- Zahir
- Born: Mohammad Shaheedul Haque 11 September 1953 Dhaka, East Bengal, Dominion of Pakistan
- Died: 23 March 2008 (aged 54) Dhaka, Bangladesh
- Burial place: Sahid Buddhijibi Kabarasthan 23°47′39″N 90°20′42″E﻿ / ﻿23.79425°N 90.34494°E
- Other name: Shahidul Haque
- Education: MA in political science
- Alma mater: University of Dhaka; American University; University of Birmingham;
- Occupations: Novelist; writer; civil servant;
- Years active: 1985-2008
- Known for: Magic realism in Bengali literature
- Style: Magic realism
- Awards: See below

= Shahidul Zahir =

Bangladeshi novelist, short-story writer

Shahidul Zahir (শহীদুল জহির; born as Mohammad Shaheedul Haque, 11 September 1953 – 23 March 2008) was a Bangladeshi novelist, short story writer, and government bureaucrat. He is known for his unique practice of magical realism in modern Bengali literature. His novels and short stories have been noted for their originality of language and narrative technique. He contributed to Bengali fiction a distinct style, known as the "Shahidul Zahiriya".

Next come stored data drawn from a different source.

Each part value gets a tolerance (a default by kind, :data:`DEFAULT_TOLERANCES`, which the
designer may override). :func:`monte_carlo` draws every value uniformly within its band for
thousands of samples at once and finds each sample's exact corners and mid-band gain;
:func:`worst_case` searches the vertices of the tolerance box for the extreme corners.

How the samples are solved: every sample's G and C come from one
:class:`bandsketch.engine.advise.partvalues.ParametricSystem` (stamp patterns read from the nodal builder),
so a batch is a stack of small dense systems solved together. A sample's mid-band gain is
its resistive gain with the nominal bands (low-band reactances at their mid-band state,
high-band ones at theirs; tolerances do not move a capacitor between bands). Its corners
are where |H| = |A_m|/√2: a coarse grid a decade either side of the nominal corner brackets
the first crossing outward from the mid band, and a vectorised Illinois (safeguarded
regula falsi) iteration on ln f refines every sample's bracket at once.

Why uniform: a tolerance band is all that is known of a part; a uniform draw weights the
edges as much as the middle and so errs towards a lower yield than a bell-shaped spread.
"""

from __future__ import annotations

import math
import time
from dataclasses import dataclass
from types import MappingProxyType
from typing import Callable, Mapping

import numpy as np

from ..solve.analysis import analyze
from ..core.errors import Cancelled, CircuitError
from ..design.netlist import design_to_circuit
from ..design.parts import KINDS
from ..design.sourcing import tolerance_fraction
from .biasbatch import DEVICE_PARAMETERS, BiasBatch
from .partvalues import PartValue, coefficients_for, parametric_system, part_values
from .targets import Targets, parse_targets
from ..core.values import format_gain, format_value

_SRC_COMMON = "common practice, no source"
DEFAULT_TOLERANCES = MappingProxyType({
    ("resistor", "value"): (0.05, "±5 %: general-purpose resistors come in the E24 series, which "
                                  "IEC 60063:2015 pairs with ±5 %"),
    ("capacitor", "value"): (0.10, "±10 %: ceramic and film capacitors come in the E12 series, which "
                                   "IEC 60063:2015 pairs with ±10 % (electrolytics are often ±20 %)"),
    ("inductor", "value"): (0.10, f"±10 %: {_SRC_COMMON}"),
    ("bjt", "gm"): (0.10, f"±10 %: g_m = I_C/V_T follows the bias current set by ±5 % resistors and "
                          f"the V_BE spread ({_SRC_COMMON})"),
    ("bjt", "rpi"): (0.30, f"±30 %: r_π = β/g_m and β spreads widely between devices of one type "
                           f"({_SRC_COMMON})"),
    ("bjt", "ro"): (0.30, f"±30 %: r_o follows the Early voltage ({_SRC_COMMON})"),
    ("bjt", "rb"): (0.30, f"±30 %: {_SRC_COMMON}"),
    ("bjt", "cpi"): (0.20, f"±20 %: C_π follows f_T ({_SRC_COMMON})"),
    ("bjt", "cmu"): (0.20, f"±20 %: {_SRC_COMMON}"),
    ("bjt", "ccs"): (0.20, f"±20 %: {_SRC_COMMON}"),
    ("bjt", "beta"): (0.30, f"±30 %: β spreads widely between devices of one type, a datasheet's current-"
                            f"gain group spanning about 2:1 ({_SRC_COMMON})"),
    ("bjt", "isat"): (0.20, f"±20 %: I_S follows the emitter area and doping; ±20 % is about ±5 mV of "
                            f"V_BE ({_SRC_COMMON})"),
    ("mosfet", "vth"): (0.05, f"±5 %: the threshold spreads by tens of millivolts between devices "
                              f"({_SRC_COMMON})"),
    ("mosfet", "kp"): (0.10, f"±10 %: K_P = μC_ox·W/L follows mobility and oxide thickness ({_SRC_COMMON})"),
    ("mosfet", "gm"): (0.10, f"±10 %: g_m follows the bias current ({_SRC_COMMON})"),
    ("mosfet", "gmb"): (0.20, f"±20 %: {_SRC_COMMON}"),
    ("mosfet", "ro"): (0.30, f"±30 %: r_o follows λ ({_SRC_COMMON})"),
    ("mosfet", "cgs"): (0.20, f"±20 %: {_SRC_COMMON}"),
    ("mosfet", "cgd"): (0.20, f"±20 %: {_SRC_COMMON}"),
    ("mosfet", "cdb"): (0.20, f"±20 %: {_SRC_COMMON}"),
    ("mosfet", "csb"): (0.20, f"±20 %: {_SRC_COMMON}"),
    ("opamp", "a0"): (0.50, f"±50 %: open-loop gain is specified loosely, typical and minimum often "
                            f"far apart ({_SRC_COMMON})"),
    ("opamp", "cp"): (0.30, f"±30 %: the open-loop pole follows the gain-bandwidth spread ({_SRC_COMMON})"),
    ("opamp", "rin"): (0.30, f"±30 %: {_SRC_COMMON}"),
    ("opamp", "rout"): (0.30, f"±30 %: {_SRC_COMMON}"),
})
"""(part kind, value key) -> (default tolerance as a fraction, where it comes from).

He published four novels and three story collections. Abu Ibrahimer Mirtu (Abu Ibrahim's Death, 2009) is one of his notable novels, which won the Prothom Alo Book of the Year 1415 award in 2010. Also, the novels Jibon O Rajnaitik Bastobota (Life and Political Reality, 1988), Se Ratey Purnima Chilo (That Night Was the Full Moon, 1995), and Mukher Dike Dekhi (Looking to the Face, 2006) are considered to be his major contributions to Bengali literature. He has added a new dimension to Bengali short stories. His notable collections of stories are Parapar (Crossing, 1985), Dumur-kheko Manush O Annanya Galpo (Fig-Eating People and Other Stories, 1999), and Dolu Nadir Hawa O Annanya Galpo (The Wind of the Dolu River and Other Stories, 2004). His most notable stories are "Valobasha" ("Love" 1974), "Parapar" ("Crossing", 1985), "Agargaon Colonyte Nayantara Phool Keno Nei" ("Why there are no Nayantara in Agargaon Colony" 1991), "Kathure O Dardakak" ("Woodpecker and Raven", 1992), "Kanta" ("Thorn", 1995), "Choturtha Matra" ("The Fourth Dimension", 1996), "Kothaye Pab Tare" (1999), and "Dolu Nadir Hawa" ("The Wind of the Dolu River", 2003).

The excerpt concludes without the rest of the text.